In accordance with the principle of “common but differentiated responsibility and respective capabilities” set out in the Convention, developed country Parties are to provide financial resources to assist developing country Parties in implementing the objectives of the UNFCCC. It is important for all governments and stakeholders to understand and assess the financial needs of developing countries, as well as to understand how these financial resources can be mobilized. Provision of resources should also aim to achieve a balance between adaptation and mitigation.

Overall, efforts under the Paris Agreement are guided by its aim of making finance flows consistent with a pathway towards low greenhouse gas emissions and climate-resilient development. Assessing progress in provision and mobilization of support is also part of the global stocktake under the Agreement. The Paris Agreement also places emphasis on the transparency and enhanced predictability of financial support.

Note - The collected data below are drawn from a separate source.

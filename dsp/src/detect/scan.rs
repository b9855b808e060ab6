//! Frequency scan: find the strongest tones in a recording.
//!
//! Used to find an unknown beacon and to confirm that a preset matches the
//! beacon in hand before it goes into the pipe. Two stages, no allocation:
//!
//! 1. Coarse: Hann-windowed generalised Goertzel over the first `L_c` samples at
//!    a step of half a bin (`fs/(2L_c)`), `L_c = fs/coarse_resolution`; local
//!    maxima at least [`MIN_PEAK_RATIO`] above the mean power are kept (the
//!    strongest [`MAX_TONES`]`·2`).
//! 2. Fine: for each candidate, golden-section search of the 4-term
//!    Blackman–Harris windowed DTFT magnitude over the whole record within ±1
//!    coarse step. The peak of a windowed DTFT of a single tone sits at the tone
//!    frequency; the search stops below 1e-4 Hz. Amplitude = 2|X|/Σw.
//!
//! Cost: `(f_hi − f_lo)/(fs/2L_c)·L_c` coarse multiply-adds plus
//! `~30·MAX_TONES·2·len` fine ones; the scan is a pre-job step, not per sample.

use crate::detect::goertzel::{Goertzel, GoertzelState};
use crate::detect::settings::{MAX_FREQ_FRACTION, MAX_SAMPLE_RATE_HZ, MIN_SAMPLE_RATE_HZ};
use crate::detect::window::Window;
use crate::error::{ConfigError, Param};
use heapless::Vec;

/// Most tones reported.
pub const MAX_TONES: usize = 8;
/// A coarse peak must exceed the mean coarse power by this factor (10 dB).
pub const MIN_PEAK_RATIO: f32 = 10.0;

/// One tone found by the scan.
#[derive(Clone, Copy, Debug, PartialEq)]
#[cfg_attr(feature = "defmt", derive(defmt::Format))]
pub struct Tone {
    /// Frequency, Hz.
    pub freq_hz: f32,
    /// Amplitude, input units.
    pub amplitude: f32,
    /// Power above the coarse mean power, dB.
    pub snr_db: f32,
}

/// What to scan.
#[derive(Clone, Copy, Debug, PartialEq)]
pub struct ScanSettings {
    /// Sample rate, Hz.
    pub sample_rate_hz: f32,
    /// Lowest frequency, Hz.
    pub f_lo_hz: f32,
    /// Highest frequency, Hz (at most [`MAX_FREQ_FRACTION`]·fs).
    pub f_hi_hz: f32,
    /// Coarse resolution (bin width), Hz: 2 to 50.
    pub coarse_resolution_hz: f32,
}

impl ScanSettings {
    /// Scan 100 Hz to 0.4·fs at 4 Hz coarse resolution.
    pub fn new(sample_rate_hz: f32) -> Self {
        Self { sample_rate_hz, f_lo_hz: 100.0, f_hi_hz: 0.4 * sample_rate_hz, coarse_resolution_hz: 4.0 }
    }
}

/// Scan `x` (one channel) and return the strongest tones, strongest first.
pub fn scan(x: &[f32], s: &ScanSettings) -> Result<Vec<Tone, MAX_TONES>, ConfigError> {
    let fs = ConfigError::check(Param::SampleRate, s.sample_rate_hz, MIN_SAMPLE_RATE_HZ, MAX_SAMPLE_RATE_HZ)?;
    let res = ConfigError::check(Param::ScanRange, s.coarse_resolution_hz, 2.0, 50.0)?;
    let hi = ConfigError::check(Param::ScanRange, s.f_hi_hz, 1.0, MAX_FREQ_FRACTION * fs)?;
    let lo = ConfigError::check(Param::ScanRange, s.f_lo_hz, 1.0, hi - 2.0 * res)?;
    let lc = libm::ceilf(fs / res) as usize;
    if x.len() < lc || x.len() > u32::MAX as usize {
        return Err(ConfigError { param: Param::RecordLength, value: x.len() as f32, min: lc as f32, max: u32::MAX as f32 });
    }
    let coarse = &x[..lc];
    let step = fs / (2.0 * lc as f32);
    let nsteps = libm::ceilf((hi - lo) / step) as usize + 1;
    // Candidates: (power, freq).
    let mut cands: Vec<(f32, f32), { 2 * MAX_TONES }> = Vec::new();
    let mut sum = 0.0f64;
    let mut prev2 = 0.0f32;
    let mut prev1 = 0.0f32;
    for i in 0..=nsteps {
        let f = lo + i as f32 * step;
        let p = if i < nsteps { windowed_power(coarse, fs, f, Window::Hann) } else { 0.0 };
        if i < nsteps {
            sum += p as f64;
        }
        if i >= 2 && prev1 > prev2 && prev1 >= p {
            insert_top(&mut cands, prev1, f - step);
        }
        prev2 = prev1;
        prev1 = p;
    }
    let mean = (sum / nsteps.max(1) as f64) as f32;
    let mut tones: Vec<Tone, MAX_TONES> = Vec::new();
    let mut found: Vec<Tone, { 2 * MAX_TONES }> = Vec::new();
    for &(p, f) in cands.iter() {
        if !(p > MIN_PEAK_RATIO * mean) {
            continue;
        }
        let (ff, amp) = refine(x, fs, f - step, f + step);
        // Two coarse peaks may refine onto the same tone.
        if found.iter().any(|t| libm::fabsf(t.freq_hz - ff) < step) {
            continue;
        }
        let snr = 10.0 * crate::powf::log10f(p / mean.max(f32::MIN_POSITIVE));
        // Kept strongest first by insertion (at most 2·MAX_TONES entries; core's sort would
        // cost the board image 2.6 KiB). A NaN amplitude goes last.
        let at = found.iter().position(|t| t.amplitude < amp).unwrap_or(found.len());
        let _ = found.insert(at, Tone { freq_hz: ff, amplitude: amp, snr_db: snr });
    }
    for t in found.iter().take(MAX_TONES) {
        let _ = tones.push(*t);
    }
    Ok(tones)
}

fn insert_top<const K: usize>(v: &mut Vec<(f32, f32), K>, p: f32, f: f32) {
    if !p.is_finite() {
        return;
    }
    if v.len() < K {
        let _ = v.push((p, f));
        return;
    }
    let (imin, &(pmin, _)) = match v.iter().enumerate().min_by(|a, b| a.1 .0.partial_cmp(&b.1 .0).unwrap_or(core::cmp::Ordering::Equal)) {
        Some(m) => m,
        None => return,
    };
    if p > pmin {
        v[imin] = (p, f);
    }
}

/// `|Σ w[n]x[n]e^{−j2πfn/fs}|²` (windowed DTFT power) at `f_hz`.
pub fn windowed_power(x: &[f32], fs: f32, f_hz: f32, window: Window) -> f32 {
    let g = Goertzel::from_cycles_per_sample(f_hz as f64 / fs as f64);
    let len = x.len() as u32;
    let mut st = GoertzelState::default();
    for (n, &v) in x.iter().enumerate() {
        let v = if v.is_finite() { v } else { 0.0 };
        g.step(&mut st, window.value(n as u32, len) * v);
    }
    g.raw(&st).norm_sqr()
}

/// Golden-section search of the Blackman–Harris windowed magnitude on [a, b].
fn refine(x: &[f32], fs: f32, mut a: f32, mut b: f32) -> (f32, f32) {
    let w = Window::BlackmanHarris4;
    let gr = 0.618_034f32;
    let mut c = b - gr * (b - a);
    let mut d = a + gr * (b - a);
    let mut pc = windowed_power(x, fs, c, w);
    let mut pd = windowed_power(x, fs, d, w);
    let mut it = 0;
    while b - a > 1e-4 && it < 60 {
        if pc > pd {
            b = d;
            d = c;
            pd = pc;
            c = b - gr * (b - a);
            pc = windowed_power(x, fs, c, w);
        } else {
            a = c;
            c = d;
            pc = pd;
            d = a + gr * (b - a);
            pd = windowed_power(x, fs, d, w);
        }
        it += 1;
    }
    let f = 0.5 * (a + b);
    let p = windowed_power(x, fs, f, w);
    (f, 2.0 * libm::sqrtf(p) / w.sum(x.len() as u32))
}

Financial Mechanism & Other Funds

To facilitate the provision of climate finance, the Convention established a financial mechanism to provide financial resources to developing country Parties. The financial mechanism also serves the Kyoto Protocol and the Paris Agreement.

The Convention states that the operation of the financial mechanism can be entrusted to one or more existing international entities. The Global Environment Facility (GEF) has served as an operating entity of the financial mechanism since the Convention’s entry into force in 1994. At COP 16, in 2010, Parties established the Green Climate Fund (GCF) and in 2011 also designated it as an operating entity of the financial mechanism. The financial mechanism is accountable to the COP, which decides on its policies, programme priorities and eligibility criteria for funding. In addition to providing guidance to the GEF and the GCF, Parties have established two special funds—the Special Climate Change Fund (SCCF) and the Least Developed Countries Fund (LDCF), both managed by the GEF—and the Adaptation Fund (AF) established under the Kyoto Protocol in 2001.

At the Paris Climate Change Conference in 2015, the Parties agreed that the operating entities of the financial mechanism – GCD and GEF – as well as the SCCF and the LDCF shall serve the Paris Agreement. Regarding the Adaptation Fund serving the Paris Agreement negotiations are underway in the Ad hoc Working Group on the Paris Agreement (APA).


Landscape of global climate finance

                 Source: A Handbook of Climate Finance in India by Vasudha Foundation, 2014


Climate Finance in India

Climate finance in India has been understood as budgetary outlays made towards climate missions under the NAPCC. This understanding has gradually given way to a more nuanced picture of climate finance structure, which is heterogeneous, fragmented and decentralized with several public, private, national and international actors playing important roles (Jha, 2014). The institutions providing climate finance in India include amongst others, the national government, state governments, Civil Society Organisations (CSOs), international donor agencies, bilateral development agencies, private investors, public and private banks.

Climate Finance in India can be distinguished into public and private. Public climate finance is in the form budgetary outlays (both at the national and the sub national level), tax, subsidies and government backed market mechanisms. Private climate finance exists in the form of loans (local and foreign currency loans), private equity, venture capital, partial risk guarantees, green bonds and Clean Development Mechanism (CDM). Apart from these sources, international funds, multilateral Development banks and bilateral financial institutions also provide climate finance in the form of grants, loans and concessional loans. The distinction between public and private finance in many instances is difficult to maintain. The public climate finance both national and international have the potential to incentivize private climate financing in the country, something that is the need of the hour as recognized by the Low Carbon Committee and the Economic Survey (2015). The need is also to blend the various disparate sources of funds in a manner that they align with the national development priorities.